Cañón del Diamante: nuevos caminos soñados por pioneros del turismo

Vialidad Provincial desarrolló la apertura de trazas que permiten el arribo a los sitios clave para la presa El Baqueano proyectada sobre el río Diamante. Una labor surgida de un acuerdo con EMESA que ha generado un beneficio notable.

Cuatro caminos hasta hace 6 meses inexistentes han surgido en el sur de Mendoza a partir del acuerdo entre la Dirección Provincial de Vialidad y la Empresa Mendocina de Energía (Emesa).

Son 60 nuevos kilómetros ubicados en la zona donde se realizarán los estudios de geología, geotecnia, geofísica y topografía del Aprovechamiento Hidroeléctrico El Baqueano, en un área de gran belleza paisajística dominada por el curso del río Diamante en San Rafael.

“Abrir nuevos caminos es abrir la puerta a la Mendoza de los próximos años. Para nosotros es un gran orgullo participar de este tipo de proyectos. Desarrollamos un contrato Estado–Estado con Emesa por un monto de $23 millones mediante el cual nuestro organismo pudo ejecutar cuatro nuevos circuitos esenciales para la futura represa. Ese dinero, además de financiar los trabajos, ha sido destinado a la reparación de una gran parte de nuestra flota de maquinarias generando un beneficio muto de enorme trascendencia”, indicó Osvaldo Romagnoli, administrador del organismo vial.

La refuncionalización del túnel que conduce a Los Reyunos, la apertura del camino ubicado en cercanías del Club de Pescadores del lugar, la apertura de un nuevo camino que se desprende de la Ruta Provincial 101 hacia el Puesto Morales, y la apertura de otra traza en inmediaciones de la mina La Picaza, conforman la serie de trabajos ejecutados recientemente por la entidad vial.

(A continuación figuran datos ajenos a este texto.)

describe("presigned addresses", () => {
  it("take a put of exactly the signed size and type", async () => {
    const Key = `${prefix}signed`;
    const url = await presign(new PutObjectCommand({ Bucket: bucket, Key, ContentLength: 5, ContentType: "text/csv" }), [
      "content-length",
      "content-type",
    ]);
    expect((await send("PUT", url, { "content-type": "text/csv" }, "longer than five")).status).toBe(403);
    expect((await send("PUT", url, { "content-type": "text/html" }, "12345")).status).toBe(403);
    const right = await send("PUT", url, { "content-type": "text/csv" }, "12345");
    expect(right.status).toBe(200);
    expect(right.headers.etag).toBe(`"${createHash("md5").update("12345").digest("hex")}"`);
    expect(await text(Key)).toBe("12345");
  });

  it("serve parts of an upload", async () => {
    const Key = `${prefix}signed-parts`;
    const { UploadId } = await client.send(new CreateMultipartUploadCommand({ Bucket: bucket, Key }));
    const url = await presign(new UploadPartCommand({ Bucket: bucket, Key, UploadId, PartNumber: 1, ContentLength: 4 }), [
      "content-length",
    ]);
    const part = await send("PUT", url, {}, "part");
    const Parts = [{ PartNumber: 1, ETag: String(part.headers.etag) }];
    await client.send(new CompleteMultipartUploadCommand({ Bucket: bucket, Key, UploadId, MultipartUpload: { Parts } }));
    expect(await text(Key)).toBe("part");
  });

  it("name the file that a download is saved as", async () => {
    const Key = await put("download", "saved");
    const url = await presign(
      new GetObjectCommand({ Bucket: bucket, Key, ResponseContentDisposition: 'attachment; filename="bench 4.csv"' }),
    );
    const answer = await send("GET", url);
    expect([answer.status, answer.body, answer.headers["content-disposition"]]).toEqual([
      200,
      "saved",
      'attachment; filename="bench 4.csv"',
    ]);
  });

  it("are refused when expired, changed, for another method, or with a header added", async () => {
    const Key = await put("guarded", "secret");
    const get = new GetObjectCommand({ Bucket: bucket, Key });
    const url = await presign(get);
    expect((await send("GET", url)).status).toBe(200);
    expect((await send("DELETE", url)).status).toBe(403);
    expect(
      (
        await send(
          "GET",
          url.replace(/.$/, (last) => (last === "0" ? "1" : "0")),
        )
      ).status,
    ).toBe(403);
    expect((await send("GET", url.replace("guarded", "guarded2"))).status).toBe(403);
    expect((await send("GET", `${url}&response-content-type=text%2Fhtml`)).status).toBe(403);
    const old = await presign(get, [], { expiresIn: 60, signingDate: new Date(Date.now() - 3_600_000) });
    expect((await send("GET", old)).status).toBe(403);
    const putUrl = await presign(new PutObjectCommand({ Bucket: bucket, Key: `${prefix}acl`, ContentLength: 1 }), [
      "content-length",
    ]);
    expect((await send("PUT", putUrl, { "x-amz-acl": "public-read" }, "1")).status).toBe(403);
  });
});

describe("everybody else", () => {
  it("gets nothing without a signature, and nothing with a wrong secret", async () => {
    const Key = await put("private", "secret");
    const url = new URL(await presign(new GetObjectCommand({ Bucket: bucket, Key })));
    url.search = "";
    expect((await send("GET", url.href)).status).toBe(403);
    expect((await send("PUT", url.href, {}, "overwritten")).status).toBe(403);
    expect((await send("DELETE", url.href)).status).toBe(403);
    const forged = await presign(new GetObjectCommand({ Bucket: bucket, Key }), [], { secret: "not the secret key" });
    expect((await send("GET", forged)).status).toBe(403);
    expect(await text(Key)).toBe("secret");
  });
});

describe("pages of the application", () => {
  const origin = new URL(process.env.APP_URL ?? "http://127.0.0.1:3000").origin;

  it("may put and read across origins, with the ETag and the range in sight", async () => {
    const Key = await put("cors", "0123456789");
    const url = await presign(new GetObjectCommand({ Bucket: bucket, Key }));
    const ask = { origin, "access-control-request-method": "PUT", "access-control-request-headers": "content-type" };
    const preflight = await send("OPTIONS", url, ask);
    expect(preflight.status).toBeLessThan(300);
    expect(preflight.headers["access-control-allow-origin"]).toBe(origin);
    expect(preflight.headers["access-control-allow-methods"]).toContain("PUT");
    const answer = await send("GET", url, { origin, range: "bytes=0-3" });
    expect(answer.headers["access-control-allow-origin"]).toBe(origin);
    const exposed = String(answer.headers["access-control-expose-headers"]).toLowerCase();
    expect(exposed).toContain("etag");
    expect(exposed).toContain("content-range");
  });

  it("of other sites may not", async () => {
    const Key = await put("foreign");
    const url = await presign(new GetObjectCommand({ Bucket: bucket, Key }));
    const preflight = await send("OPTIONS", url, { origin: "https://elsewhere.example", "access-control-request-method": "PUT" });
    expect(preflight.headers["access-control-allow-origin"]).toBeUndefined();
    const answer = await send("GET", url, { origin: "https://elsewhere.example" });
    expect(answer.headers["access-control-allow-origin"]).toBeUndefined();
  });
});
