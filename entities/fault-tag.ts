import { defineEntity, type InferEntity, p } from "@mikro-orm/core";
import { Team } from "./team";

/** One category of the team's catalogue. */
export const FaultTag = defineEntity({
  name: "FaultTag",
  tableName: "fault_tags",
  uniques: [{ properties: ["team", "name"] }, { properties: ["team", "key"] }],
  properties: {
    id: p
      .uuid()
      .primary()
      .onCreate(() => crypto.randomUUID()),
    team: () => p.manyToOne(Team).ref().deleteRule("cascade"),
    name: p.string().length(120),
    /** The one key that puts it on the selected transaction; null for none. A retired tag gives its key back. */
    key: p.string().length(1).nullable(),
    description: p.string().length(500).default(""),
    /** Order in the catalogue. */
    position: p.integer(),
    retired: p.boolean().default(false),
  },
});
export type FaultTag = InferEntity<typeof FaultTag>;
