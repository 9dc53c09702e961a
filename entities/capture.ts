import { defineEntity, type InferEntity, p } from "@mikro-orm/core";
import type { Timebase } from "@/lib/base/time";
import type { Read } from "@/lib/case/case";
import type { Summary } from "@/lib/diagnosis/report";
import { Case } from "./case";
import { User } from "./user";

/** One recording that was uploaded and checked. Transactions are never rows: they are read again from the archive. */
export const Capture = defineEntity({
  name: "Capture",
  tableName: "captures",
  uniques: [{ properties: ["case", "ordinal"] }],
  properties: {
    id: p
      .uuid()
      .primary()
      .onCreate(() => crypto.randomUUID()),
    case: () => p.manyToOne(Case).ref().deleteRule("cascade"),
    ordinal: p.integer(),
    /** The file's name as the person had it. */
    name: p.string().length(255),
    size: p.bigint("number"),
    /** Of the whole file, computed by the server from what storage holds. */
    sha256: p.string().length(64),
    /** Storage key of the original. */
    key: p.string().length(500).unique(),
    /** What the person answered to the reader. */
    read: p.json<Read>(),
    /** Text of the controller log imported with it. */
    log: p.text().nullable(),
    archiveKey: p.string().length(500).nullable(),
    archiveSize: p.bigint("number").nullable(),
    timebase: p.json<Timebase>().nullable(),
    /** Can be large: left out of every read that does not show it. */
    summary: p.json<Summary>().nullable(),
    /** Taken out of the summary for lists. */
    verdict: p.enum(["pass", "fail", "undecided"]).nullable(),
    transactions: p.integer().default(0),
    faults: p.integer().default(0),
    contests: p.integer().default(0),
    uploadedBy: () => p.manyToOne(User).ref().nullable().deleteRule("set null"),
    createdAt: p.datetime().onCreate(() => new Date()),
  },
});
export type Capture = InferEntity<typeof Capture>;
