import { defineEntity, type InferEntity, p } from "@mikro-orm/core";
import { Team } from "./team";
import { User } from "./user";

/** One line of a team's audit trail. Rows are added and never changed. */
export const Audit = defineEntity({
  name: "Audit",
  tableName: "audits",
  indexes: [{ properties: ["team", "at"] }],
  properties: {
    id: p
      .uuid()
      .primary()
      .onCreate(() => crypto.randomUUID()),
    team: () => p.manyToOne(Team).ref().deleteRule("cascade"),
    /** Null for a share link, a station, or a person who has since been deleted. */
    actor: () => p.manyToOne(User).ref().nullable().deleteRule("set null"),
    /** The actor's name as it was then. */
    actorName: p.string().length(120),
    /** What was done, as `noun.verb`: `member.invited`, `share.revoked`. */
    event: p.string().length(60),
    /** Id of what it was done to. */
    subject: p.string().length(120),
    /** Particulars worth reading a year later; never a secret. */
    detail: p.json<Record<string, string | number | boolean | null>>(),
    at: p.datetime().onCreate(() => new Date()),
  },
});
export type Audit = InferEntity<typeof Audit>;
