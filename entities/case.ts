import { defineEntity, type InferEntity, p } from "@mikro-orm/core";
import { type Settings, statuses } from "@/lib/case/case";
import { Team } from "./team";
import { User } from "./user";

/** What a team works on. Its captures, notes, tags and shares hang below it. */
export const Case = defineEntity({
  name: "Case",
  tableName: "cases",
  uniques: [{ properties: ["team", "number"] }],
  indexes: [{ properties: ["team", "updatedAt"] }],
  properties: {
    id: p
      .uuid()
      .primary()
      .onCreate(() => crypto.randomUUID()),
    team: () => p.manyToOne(Team).ref().deleteRule("cascade"),
    /** Counts from 1 in each team and is never given twice. */
    number: p.integer(),
    title: p.string().length(200),
    status: p.enum([...statuses]).default("open"),
    assignee: () => p.manyToOne(User).ref().nullable().deleteRule("set null").index(),
    finding: p.text().default(""),
    /** Read through lib/case/upgrade.ts. */
    settings: p.json<Settings>(),
    /** Next footnote number; it only grows, so a number once cited never means another note. */
    nextNote: p.integer().default(1),
    /** Rises with every edit of the fields above; edits name the one they were made on. */
    version: p.integer().version(),
    createdBy: () => p.manyToOne(User).ref().nullable().deleteRule("set null"),
    createdAt: p.datetime().onCreate(() => new Date()),
    /** The last change of the case or of anything below it. */
    updatedAt: p.datetime().onCreate(() => new Date()),
  },
});
export type Case = InferEntity<typeof Case>;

Son los nuevos ejes que permiten el arribo a las áreas estratégicas que conforman el proyecto El Baqueano (eje de la Represa, tomas de abducción, entre otros), las cuales fueron recorridas la semana pasada por los representantes de las seis empresas interesadas en los estudios técnicos.

La represa, prevista para producir 150 megavatios, completará el plan diseñado en los años 80 para el aprovechamiento del río Diamante, aportando una serie de beneficios: más energía para el Sistema Argentino de Interconexión, una potencia capaz de cubrir los picos de demanda; la creación de un polo turístico de gran belleza, y la atenuación de crecidas extraordinarias, entre otros.